Stored data entries
• • •
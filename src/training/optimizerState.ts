import * as tf from '@tensorflow/tfjs';
import { TrainingError } from '../errors.js';
import { describe } from '../tensor/checks.js';

/** What tfjs optimizers keep per stepped variable. */
export interface Slot {
  originalName: string;
  variable: tf.Variable;
}

/** An optimizer's memory, as live references into it. */
export interface OptimizerState {
  /** The optimizer's class, such as `Adam`. */
  readonly kind: string;
  readonly iterations: number;
  /** Single variables by field, such as Adam's running powers of its decay rates. */
  readonly singles: ReadonlyMap<string, tf.Variable>;
  /** Lists of slots by field: the i-th slot belongs to the i-th variable ever passed to `applyGradients`. */
  readonly lists: ReadonlyMap<string, readonly Slot[]>;
}

/** Refuses what is not a tfjs optimizer. */
export function requireOptimizer(where: string, optimizer: unknown): asserts optimizer is tf.Optimizer {
  const methods = optimizer as Partial<tf.Optimizer> | null | undefined;
  if (typeof methods?.applyGradients !== 'function' || typeof methods.getClassName !== 'function') {
    throw new TrainingError(
      `${where}: optimizer must be a tfjs optimizer; got ${describe(optimizer)}; make one with for example tf.train.adam(1e-3)`,
    );
  }
}

const isSlot = (item: unknown): item is Slot =>
  typeof item === 'object' &&
  item !== null &&
  typeof (item as Slot).originalName === 'string' &&
  (item as Slot).variable instanceof tf.Variable;

/**
 * Reads the fields themselves. `getWeights` is not enough: Adamax has none, and Adam's `setWeights` computes
 * its running powers anew, which differs in the last bits from the product that an uninterrupted run holds.
 */
export function readOptimizer(optimizer: tf.Optimizer): OptimizerState {
  const singles = new Map<string, tf.Variable>();
  const lists = new Map<string, readonly Slot[]>();
  for (const [field, value] of Object.entries(optimizer)) {
    if (value instanceof tf.Variable) singles.set(field, value);
    else if (Array.isArray(value) && value.every(isSlot)) lists.set(field, value);
  }
  return { kind: optimizer.getClassName(), iterations: optimizer.iterations, singles, lists };
}

/** The name of the variable that a slot belongs to; tfjs appends `/m`, `/v` and the like. */
export function slotOwner(slot: Slot): string {
  return slot.originalName.slice(0, slot.originalName.lastIndexOf('/'));
}

/** The last part of a slot's name, such as `m`. */
export function slotRole(slot: Slot): string {
  return slot.originalName.slice(slot.originalName.lastIndexOf('/') + 1);
}

/** Sets the step counter, which tfjs offers no public setter for. */
export function setIterations(optimizer: tf.Optimizer, iterations: number): void {
  (optimizer as unknown as { iterations_: number }).iterations_ = iterations;
}

/** Replaces a list of slots, disposing those it no longer holds. */
export function setSlots(optimizer: tf.Optimizer, field: string, slots: readonly Slot[]): void {
  const fields = optimizer as unknown as Record<string, Slot[]>;
  const stay = new Set(slots.map((slot) => slot.variable));
  for (const slot of fields[field] ?? []) if (!stay.has(slot.variable)) slot.variable.dispose();
  fields[field] = [...slots];
}

/**
 * tfjs pairs slots with variables by position alone, so that the same variables in another order would step
 * with each other's memory, silently.
 */
export function requireSlotOrder(
  where: string,
  optimizer: tf.Optimizer,
  variables: readonly tf.Variable[],
): void {
  for (const slots of readOptimizer(optimizer).lists.values()) {
    for (const [i, slot] of slots.entries()) {
      if (slotOwner(slot) === variables[i]?.name) continue;
      throw new TrainingError(
        `${where}: optimizer must have stepped the same variables in the same order before; got the memory of ${slotOwner(slot)} where ${variables[i]?.name ?? 'nothing'} is trained; use a new optimizer`,
      );
    }
  }
}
• • •
_Task prompt_
Only these lines should appear in the reply: the one containing "The last part", the last line of the data, and all lines between them, each copied exactly.

_Response to the task_
/** The last part of a slot's name, such as `m`. */
export function slotRole(slot: Slot): string {
  return slot.originalName.slice(slot.originalName.lastIndexOf('/') + 1);
}

/** Sets the step counter, which tfjs offers no public setter for. */
export function setIterations(optimizer: tf.Optimizer, iterations: number): void {
  (optimizer as unknown as { iterations_: number }).iterations_ = iterations;
}

/** Replaces a list of slots, disposing those it no longer holds. */
export function setSlots(optimizer: tf.Optimizer, field: string, slots: readonly Slot[]): void {
  const fields = optimizer as unknown as Record<string, Slot[]>;
  const stay = new Set(slots.map((slot) => slot.variable));
  for (const slot of fields[field] ?? []) if (!stay.has(slot.variable)) slot.variable.dispose();
  fields[field] = [...slots];
}

/**
 * tfjs pairs slots with variables by position alone, so that the same variables in another order would step
 * with each other's memory, silently.
 */
export function requireSlotOrder(
  where: string,
  optimizer: tf.Optimizer,
  variables: readonly tf.Variable[],
): void {
  for (const slots of readOptimizer(optimizer).lists.values()) {
    for (const [i, slot] of slots.entries()) {
      if (slotOwner(slot) === variables[i]?.name) continue;
      throw new TrainingError(
        `${where}: optimizer must have stepped the same variables in the same order before; got the memory of ${slotOwner(slot)} where ${variables[i]?.name ?? 'nothing'} is trained; use a new optimizer`,
      );
    }
  }
}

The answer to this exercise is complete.